In Brief: Cooperative Procurement’s Evolution

A recent survey conducted by enterprise software provider Deltek reported “nearly 40 percent of agency buyers and procurement staff are overworked.” We’re not surprised. The public procurement process requires due diligence, taking time and resources that are often already in short supply.

In their search for the best value per taxpayer dollar, public procurement teams have been turning to cooperative purchasing networks. We’re far from the time when cooperative purchasing dealt exclusively with commodities. Now, cooperatives offer a variety of labor-based solutions, including Job Order Contracting (JOC) for construction procurement. The expansion of services and growing adoption of cooperative contracts has resulted in a process with advantages essential for today’s government leaders.

In a recent article and cover feature for Government Procurement magazine, Tammy Rimes, Executive Director of the National Cooperative Procurement Partners (NCPP), discussed the evolution of cooperative procurement.

A Simple Idea to Conquer Complex Demands

Simply put, cooperative purchasing is when one public agency competitively bids and establishes a contract available for other government agencies to “piggyback” or adopt as their own.

Tammy notes the advantages are twofold. “1) price savings due to the increased leverage of combined spend from multiple agencies and 2) the savings in time and resources realized by the piggybacking agency in having the contract already solicited and awarded.”

Traditional construction procurement has a reputation for being unnecessarily expensive, inflexible and inefficient. Using cooperative purchasing for procuring construction services can streamline an otherwise burdensome process. For example, by utilizing Job Order Contracting (JOC) contracts through cooperatives, government officials save valuable time with access to competitively-awarded, local contractors available to start work immediately.

Texas Goes Big with Construction Procurement Through Cooperatives

Budgets are tight.  A lack of resources, funds or both can cause smaller renovation and alteration projects to threaten the safety and quality of life for residents. The City of Lubbock, Texas, had a growing backlog of deferred maintenance projects with limited competition amongst construction contractors. The city discovered Job Order Contracting as a simple method to expedite the repairs. They were able to access Gordian’s ezIQC® solution through, a cooperative purchasing network for the area.

By establishing local, competitively-awarded contracts through cooperative purchasing networks, ezIQC allows work to immediately begin on facility and infrastructure repairs, renovations, alterations and modernizations.
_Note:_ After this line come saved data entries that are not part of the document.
"""The first screen's overview map: the factor-of-safety classes of the worst rain case, with
the worst places numbered.

The worst rain case is the one with the largest share of its computed area below FS 1. Its
worst places are the least stable failing clusters when the cluster stage ran, otherwise the
largest connected patches of cells with FS < 1 (8-connected, at the maps' display stride).
"""

from __future__ import annotations

import numpy as np

from .cautions import SHORT

WORST_PLACES = 5
"""Places numbered on the overview map and listed beside it."""


def worst_case(facts_by_case: dict) -> str | None:
    """Name of the rain case with the largest share below FS 1 (the first on a tie).

    Examples
    --------
    >>> worst_case({"dry": {"fail_share": 0.01}, "wet": {"fail_share": 0.2}})
    'wet'
    """
    best, share = None, -1.0
    for name, f in facts_by_case.items():
        if f is not None and f["fail_share"] > share:
            best, share = name, f["fail_share"]
    return best


def patch_places(fs, *, extent, cell_area_m2, step=1, most=WORST_PLACES) -> list[dict]:
    """The largest connected patches of FS < 1, largest first.

    Parameters
    ----------
    fs : numpy.ndarray, shape (rows, cols)
        Factor of safety at the display stride ``step`` (NaN no value).
    extent : tuple of float
        (left, right, bottom, top) of the grid in CRS units.
    cell_area_m2 : float
        Area of one cell of the full grid.
    step : int
        Display stride: a shown cell stands for ``step**2`` cells.
    most : int

    Returns
    -------
    list of dict
        ``easting``, ``northing`` (centroid), ``area_m2``, ``fs`` (least FS).

    Examples
    --------
    >>> fs = np.array([[0.5, 0.6, 2.0], [2.0, 2.0, 2.0], [2.0, 2.0, 0.9]])
    >>> [p["area_m2"] for p in patch_places(fs, extent=(0, 3, 0, 3), cell_area_m2=1.0)]
    [2.0, 1.0]
    """
    from scipy import ndimage

    f = np.asarray(fs, dtype=np.float64)
    fails = np.isfinite(f) & (f < 1.0)
    labels, n = ndimage.label(fails, structure=np.ones((3, 3), dtype=bool))
    if n == 0:
        return []
    index = np.arange(1, n + 1)
    sizes = ndimage.sum_labels(fails, labels, index)
    least = ndimage.minimum(f, labels, index)
    centres = ndimage.center_of_mass(fails, labels, index)
    rows, cols = f.shape
    left, right, bottom, top = extent
    order = np.argsort(-sizes, kind="stable")[:most]
    return [{"easting": left + (centres[i][1] + 0.5) * (right - left) / cols,
             "northing": top - (centres[i][0] + 0.5) * (top - bottom) / rows,
             "area_m2": float(sizes[i]) * cell_area_m2 * step * step, "fs": float(least[i])}
            for i in order]


def cluster_places(records, case, most=WORST_PLACES) -> list[dict]:
    """The least stable failing clusters of ``case``, least FS first.

    Examples
    --------
    >>> rows = [{"rain": "wet", "id": 1, "fs": 0.9, "area_m2": 50.0, "centroid_easting": 1.0,
    ...          "centroid_northing": 2.0}]
    >>> cluster_places(rows, "wet")[0]["cluster"]
    1
    """
    mine = sorted((r for r in records if r["rain"] == case), key=lambda r: r["fs"])[:most]
    return [{"easting": r["centroid_easting"], "northing": r["centroid_northing"],
             "area_m2": float(r["area_m2"]), "fs": float(r["fs"]), "cluster": r["id"]}
            for r in mine]


def overview_png(fs, *, frame, shade, places, lines=(), title="", dpi=100) -> bytes:
    """A small map of the FS classes with the places numbered, as PNG bytes.

    Parameters
    ----------
    fs : numpy.ndarray
        Factor of safety at the display stride (NaN no value).
    frame : MapFrame
    shade : numpy.ndarray
        Hillshade in [0, 1], same shape.
    places : list of dict
        ``easting``, ``northing`` of each place, numbered in order from 1.
    lines : sequence of dict
        Lines to draw (the corridor centreline, mapped landslides).
    title : str
        What the map shows, drawn above it.
    """
    from matplotlib.figure import Figure
    from matplotlib.patches import Patch

    from .map_layers import draw_product
    from .map_parts import add_north_arrow, add_scale_bar
    from .maps import png_bytes
    from .styles import FS_BANDS, FS_STYLE

    left, right, bottom, top = frame.extent
    aspect = (top - bottom) / max(right - left, 1e-9)
    w_in = 6.4
    map_w = 4.3
    map_h = min(max(map_w * aspect, 2.0), 4.6)
    fig = Figure(figsize=(w_in, map_h + 0.75), dpi=dpi, facecolor="white")
    ax = fig.add_axes((0.02, 0.45 / (map_h + 0.75), map_w / w_in, map_h / (map_h + 0.75)))
    ax.set_facecolor("#e9e9e9")
    ax.imshow(0.35 + 0.65 * np.asarray(shade, dtype=np.float32), cmap="gray", vmin=0.0,
              vmax=1.0, extent=frame.extent, origin="upper", interpolation="nearest", zorder=1)
    draw_product(fs, FS_STYLE, extent=frame.extent, ax=ax)
    for line in lines:
        ax.plot(line["x"], line["y"], color=line.get("colour", "#1b1b1b"),
                linewidth=0.8 * line.get("width", 2.0), zorder=7)
    for i, p in enumerate(places, start=1):
        ax.annotate(str(i), (p["easting"], p["northing"]), xytext=(7, 7),
                    textcoords="offset points", fontsize=9, fontweight="bold", zorder=9,
                    bbox={"boxstyle": "circle,pad=0.2", "facecolor": "white",
                          "edgecolor": "#1b1b1b", "linewidth": 0.8},
                    arrowprops={"arrowstyle": "-", "color": "#1b1b1b", "linewidth": 0.8})
    ax.set_xlim(left, right)
    ax.set_ylim(bottom, top)
    ax.set_aspect("equal", adjustable="box", anchor="NW")
    ax.set_xticks([])
    ax.set_yticks([])
    add_scale_bar(ax, frame)
    add_north_arrow(ax)
    handles = [Patch(facecolor=c or "white", edgecolor="none" if c else "#555555", label=label)
               for _, label, c in FS_BANDS]
    lax = fig.add_axes((0.02 + map_w / w_in + 0.01, 0.3, 1.0 - map_w / w_in - 0.04, 0.6))
    lax.axis("off")
    lax.legend(handles=handles, loc="upper left", fontsize=7, title="Factor of safety",
               title_fontsize=7.5, frameon=False, alignment="left", borderaxespad=0.0)
    if title:
        fig.text(0.02, 1.0 - 0.28 / (map_h + 0.75), title, fontsize=9.5, fontweight="bold",
                 parse_math=False)
    fig.text(0.02, 0.08 / (map_h + 0.75), SHORT, fontsize=6, color="#8a1c1c", wrap=True,
             parse_math=False)
    return png_bytes(fig, title=title or "Overview", palette=True)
Wes Everett, the Director of Facilities says, “With ezIQC, we get fair prices and the best quality for every tax-payer dollar that we’re spending for the City of Lubbock.”

Since introducing ezIQC more than a decade ago, Lubbock has completed 725 construction projects totaling more than $14 million.
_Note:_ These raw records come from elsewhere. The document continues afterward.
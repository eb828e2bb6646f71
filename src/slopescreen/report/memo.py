"""The run in one table for memos and spreadsheets: ``summary.csv`` and ``summary.json``.

One row per rain case: the case (with its return period and source when the
scenario gives them), the area and share in each factor-of-safety class, the
area and share with a probability of failure P_f of at least 0.1 and 0.5,
the failing clusters, and the worst stretches of the corridor. Every number
is one the report quotes; the files add no computation. Shares are of the
area where the model was computed.
"""

from __future__ import annotations

import csv
import io
import json

from .corridor import worst_stretches
from .styles import FS_CLASS_NAMES

CLASS_FIELDS = ("fails", "thin_margin", "some_margin", "ample_margin")
"""Field stems of the four factor-of-safety classes (:data:`~.styles.FS_CLASS_NAMES`)."""

FIELDS = (
    ("rain_case", "name of the rain case"),
    ("rain", "the rain case in words"),
    ("return_period_years", "return period the case stands for (scenario), years"),
    ("source", "where the case comes from (scenario)"),
    ("computed_area_m2", "area where the model was computed, m2"),
    *((f"{stem}_area_m2", f"area {name}, m2") for stem, name in zip(CLASS_FIELDS, FS_CLASS_NAMES)),
    *((f"{stem}_share", f"share {name}") for stem, name in zip(CLASS_FIELDS, FS_CLASS_NAMES)),
    ("pf_at_least_0_1_area_m2", "area with a probability of failure P_f >= 0.1, m2"),
    ("pf_at_least_0_1_share", "share with P_f >= 0.1"),
    ("pf_at_least_0_5_area_m2", "area with P_f >= 0.5, m2"),
    ("pf_at_least_0_5_share", "share with P_f >= 0.5"),
    ("clusters", "failing multi-cell clusters"),
    ("cluster_area_m2", "total area of the failing clusters, m2"),
    ("largest_cluster_area_m2", "area of the largest failing cluster, m2"),
    ("least_cluster_fs", "least factor of safety of a failing cluster"),
    ("corridor_segments_reached", "corridor segments that runout can reach"),
    ("corridor_segments", "corridor segments"),
    ("worst_stretches", "worst stretches of the corridor: chainage from-to m (largest "
                        "expected failed volume per segment, m3), worst first"),
)
"""Columns of ``summary.csv`` (and keys of each row of ``summary.json``) with their meaning."""


def summary_rows(rain_records, figures, *, clusters=None, corridor=None) -> list[dict]:
    """One row per rain case (see :data:`FIELDS`); None where a stage did not run.

    Parameters
    ----------
    rain_records : list of dict
        The ``rain`` records of ``manifest.json``.
    figures : mapping of str to CaseFigures
        The figures of each case (:mod:`slopescreen.report.figures`).
    clusters : sequence of dict or None
        Rows of the failing clusters (``rain``, ``area_m2``, ``fs``); None when
        the cluster stage did not run.
    corridor : sequence of dict or None
        Rows of ``corridor_segments`` (``rain``, ``from_m``, ``to_m``, ``hazard``,
        ``hazard_rank``, ``reached``); None without a corridor.

    Examples
    --------
    >>> import numpy as np
    >>> from slopescreen.report.figures import case_figures
    >>> f = case_figures("wet", np.array([[0.8, 2.0], [1.2, 1.4]]), cell_area_m2=10.0)
    >>> row = summary_rows([{"name": "wet", "steady_mm_per_day": 40.0}], {"wet": f})[0]
    >>> row["fails_area_m2"], row["fails_share"], row["clusters"]
    (10.0, 0.25, None)
    """
    from .summaries import rain_text

    rows = []
    for case in rain_records:
        name = case["name"]
        fig = figures.get(name)
        if fig is None:
            continue
        f = fig.facts
        row = {"rain_case": name, "rain": rain_text(case),
               "return_period_years": case.get("return_period_years"),
               "source": case.get("source"), "computed_area_m2": f["computed_m2"]}
        for stem, (_label, area, share) in zip(CLASS_FIELDS, fig.bands):
            row[f"{stem}_area_m2"] = area
            row[f"{stem}_share"] = share
        row |= {"pf_at_least_0_1_area_m2": f["pf10_m2"], "pf_at_least_0_1_share": f["pf10_share"],
                "pf_at_least_0_5_area_m2": f["pf_m2"], "pf_at_least_0_5_share": f["pf_share"]}
        mine = [r for r in clusters or () if r["rain"] == name]
        row |= ({"clusters": len(mine),
                 "cluster_area_m2": float(sum(r["area_m2"] for r in mine)),
                 "largest_cluster_area_m2": max((float(r["area_m2"]) for r in mine), default=None),
                 "least_cluster_fs": min((float(r["fs"]) for r in mine), default=None)}
                if clusters is not None else dict.fromkeys(
                    ("clusters", "cluster_area_m2", "largest_cluster_area_m2",
                     "least_cluster_fs")))
        segs = [r for r in corridor if r["rain"] == name] if corridor is not None else []
        row["corridor_segments_reached"] = sum(1 for r in segs if r["reached"]) if segs else None
        row["corridor_segments"] = len(segs) if segs else None
        row["worst_stretches"] = "; ".join(
            f"{a:.0f}-{b:.0f} m ({h:.0f} m3)" for a, b, h in worst_stretches(segs)) if segs else None
        rows.append(row)
    return rows


def summary_json(rows, *, project, caution) -> bytes:
    """``summary.json``: the caution, the project block, the column meanings and the rows."""
    doc = {"caution": caution, "project": project or None,
           "fields": dict(FIELDS), "rain_cases": rows}
    return (json.dumps(doc, indent=2, ensure_ascii=False, allow_nan=False) + "\n").encode()


def summary_csv(rows, *, caution) -> bytes:
    """``summary.csv``: a first line with the caution, then a header and one row per case.

    Empty cells where a value does not apply; shares as fractions (0-1).

    Examples
    --------
    >>> text = summary_csv([], caution="Screening only.").decode()
    >>> text.splitlines()[0]
    '# Screening only.'
    """
    buf = io.StringIO()
    buf.write("# " + " ".join(caution.split()) + "\r\n")   # as corridor_segments.csv
    w = csv.writer(buf)
    w.writerow([k for k, _ in FIELDS])
    for row in rows:
        w.writerow(["" if row.get(k) is None else _cell(row[k]) for k, _ in FIELDS])
    return buf.getvalue().encode("utf-8")


def _cell(v):
    return f"{v:.6g}" if isinstance(v, float) else v
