"""Text the figures' font can draw.

A title or a rain-case name may hold characters the map font lacks (CJK, a control
character). Matplotlib would draw an empty box for each and warn "Glyph N missing from
font(s)" on stderr; instead each such character is drawn as U+FFFD (the Unicode replacement
character), and the report's HTML, which the browser draws with its own fonts, keeps the
name as written.
"""

from __future__ import annotations

import functools
import threading

REPLACEMENT = "\ufffd"
_LOCK = threading.Lock()


@functools.cache
def _font(path: str):
    from matplotlib import ft2font

    return ft2font.FT2Font(path)


@functools.lru_cache(maxsize=65536)
def _has(path: str, ch: str) -> bool:
    if ch == "\n":                       # a line break, not a glyph
        return True
    with _LOCK:                          # one FreeType face, shared by the figure threads
        return _font(path).get_char_index(ord(ch)) != 0


def drawable_text(text: str, path: str) -> str:
    """``text`` with every character the font file at ``path`` lacks replaced.

    Examples
    --------
    >>> from matplotlib import font_manager
    >>> path = font_manager.findfont("DejaVu Sans")
    >>> drawable_text("Ridge 2 \\u5c71", path) == "Ridge 2 " + REPLACEMENT
    True
    """
    if all(_has(path, ch) for ch in text):
        return text
    fallback = REPLACEMENT if _has(path, REPLACEMENT) else "?"
    return "".join(ch if _has(path, ch) else fallback for ch in text)


def replace_missing_glyphs(fig) -> int:
    """Make every text of ``fig`` drawable in its font (in place); returns how many changed."""
    from matplotlib import font_manager
    from matplotlib.text import Text

    changed = 0
    for artist in fig.findobj(Text):
        text = artist.get_text()
        if not text or text.isascii() and text.isprintable():
            continue
        path = font_manager.findfont(artist.get_fontproperties())
        new = drawable_text(text, path)
        if new != text:
            artist.set_text(new)
            changed += 1
    return changed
The Future of Cooperative Purchasing

Cooperative procurement is now recognized as a best practice and the industry is expanding to increase procurement services. Tammy adds, “there has been evolution within the cooperative industry itself.” This year alone, large cooperative purchasing networks are rebranding, making acquisitions and merging or even narrowing their focus to better meet the needs of government procurement teams.”

Formed in 2016, the NCPP advocates for cooperative procurement and serves as a valuable resource center to educate the public. As their Executive Director, Tammy says, “NCPP strives to keep abreast of all activities related to cooperative procurement and to serve as a free resource in this ever-developing marketplace.”